On Wed, Nov 29, 2006 at 09:55:41AM +0000, tomas@tuxteam.de wrote:
> > It would be interesting to know what other causes there could be for
> > short writes.
>
> Interrupted system call?
>
> [Diclaimer: I assume provisions for that are taken, I just don't know
> the code around that spot and am just offering an answer to the above
> question]
Seems unlikely. Under BSD signal semantics (which PostgreSQL uses),
there is no such thing as an "interrupted system call". When a signal
happens, the system is supposed to restart the system call
automatically.
If this were a problem, we'd have seen it long before now I think.
> The problem arises from the fact that errno is only guaranteed to be set
> on a -1 return value. It'd be nice to have errno set on a short write
> too.
On return from a raw system call the there only one value. If >=0,
that's the return value. If <0, then errno is set to -result and -1 is
returned to the app. So you see, what you're suggesting isn't possible
without a completely different way to doing system calls.
Other interfaces, like async I/O have request blocks and can return
both an error status and a number of bytes.

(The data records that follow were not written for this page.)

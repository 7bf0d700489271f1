import { encodePng, type IndexedImage, type RgbaImage } from "@skewsmith/core";
import { eq } from "drizzle-orm";
import sharp from "sharp";
import { afterAll, describe, expect, it } from "vitest";
import { makeEffect, makeProject, makeSprite, makeTargetProfile, makeTeam, makeUser } from "../../tests/factories.ts";
import { testDb } from "../../tests/support/db.ts";
import { chunk, ihdr, SIGNATURE } from "../../tests/support/pngSpec.ts";
import { effects, sprites } from "../db/schema.ts";
import { compassRose } from "../demo/art.ts";
import { spriteColours } from "../sprites/colours.ts";
import { deleteEffect, getEffect } from "./effects.server.ts";
import { DomainError } from "./errors.ts";
import { archiveProject } from "./projects.server.ts";
import {
  createSprite,
  deleteSprite,
  getSpriteFile,
  getSpriteImage,
  listSprites,
  renameSprite,
  replaceSprite,
  SPRITE_MAX_BYTES,
} from "./sprites.server.ts";

const db = testDb();
afterAll(() => db.$client.end());

async function setup() {
  const owner = await makeUser(db);
  const team = await makeTeam(db, { owner });
  const project = await makeProject(db, { team, actor: owner });
  return { owner, team, project };
}

/** The DomainError a promise rejects with (fails the test when it resolves or throws anything else). */
async function refusal(work: Promise<unknown>): Promise<DomainError> {
  const error = await work.then(
    () => null,
    (e: unknown) => e,
  );
  expect(error).toBeInstanceOf(DomainError);
  return error as DomainError;
}

const rgbaSquare = (size: number): RgbaImage => ({
  kind: "rgba",
  width: size,
  height: size,
  data: Uint8Array.from({ length: size * size * 4 }, (_, i) => (i % 4 === 3 ? (i % 8 === 3 ? 255 : 0) : (i * 29) % 256)),
});

describe("createSprite: limits and messages, nothing stored on a refusal", () => {
  it("refuses an oversize file, declared dimensions beyond 4096, a file that is not a PNG and a truncated one", async () => {
    const { owner, project } = await setup();
    const add = (png: Uint8Array) => createSprite(db, { projectId: project.id, name: `s-${Math.random()}`, png, actorId: owner.id });

    const oversize = new Uint8Array(SPRITE_MAX_BYTES + 1);
    oversize.set(encodePng(compassRose(8)));
    const big = await refusal(add(oversize));
    expect([big.field, big.status, big.message]).toEqual([
      "file",
      400,
      "The file is 4194305 bytes; sprites can be at most 4194304 bytes (4 MiB).",
    ]);

    const declared = Buffer.concat([
      SIGNATURE,
      chunk("IHDR", ihdr({ width: 5000, height: 10, colourType: 3 })),
      chunk("IDAT", Buffer.from([1, 2, 3])),
      chunk("IEND", Buffer.alloc(0)),
    ]);
    expect((await refusal(add(declared))).message).toBe(
      "The picture is 5000 × 10 pixels; sprites can be at most 4096 × 4096 (the largest canvas).",
    );

    const jpeg = Uint8Array.from([0xff, 0xd8, 0xff, 0xe0, 0x00, 0x10, 0x4a, 0x46, 0x49, 0x46]);
    expect((await refusal(add(jpeg))).message).toMatch(/^This is not a PNG file: it looks like a JPEG picture/);

    const whole = encodePng(compassRose(16));
    expect((await refusal(add(whole.subarray(0, whole.length - 20)))).message).toMatch(/cut short/);

    expect(await listSprites(db, project.id)).toEqual([]);
  });

  it("refuses a second sprite of the same name in a project, whatever its case, but allows it in another project", async () => {
    const { owner, team, project } = await setup();
    await makeSprite(db, { project, actor: owner, name: "Hero.png" });
    const clash = await refusal(makeSprite(db, { project, actor: owner, name: "hero.PNG" }));
    expect([clash.field, clash.status, clash.message]).toEqual([
      "name",
      409,
      "The project already has a sprite called “hero.PNG”. Choose another name.",
    ]);
    const other = await makeProject(db, { team, actor: owner });
    await expect(makeSprite(db, { project: other, actor: owner, name: "hero.png" })).resolves.toMatchObject({ name: "hero.png" });
  });

  it("refuses changes in an archived project", async () => {
    const { owner, project } = await setup();
    await archiveProject(db, { projectId: project.id, actorId: owner.id });
    expect((await refusal(makeSprite(db, { project, actor: owner }))).status).toBe(409);
  });
});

> So the "right" answer might be to retry a write on a short write and only
> to bail out in the <=0 case (raising an "unspecified error" in the 0
> case). Ugh.
Possibly, but it'd still be nice to know what is causing the failure if
it's not disk full.
Have a nice day,
--
Martijn van Oosterhout <kleptog@svana.org> http://svana.org/kleptog/
> From each according to his ability. To each according to his ability to litigate.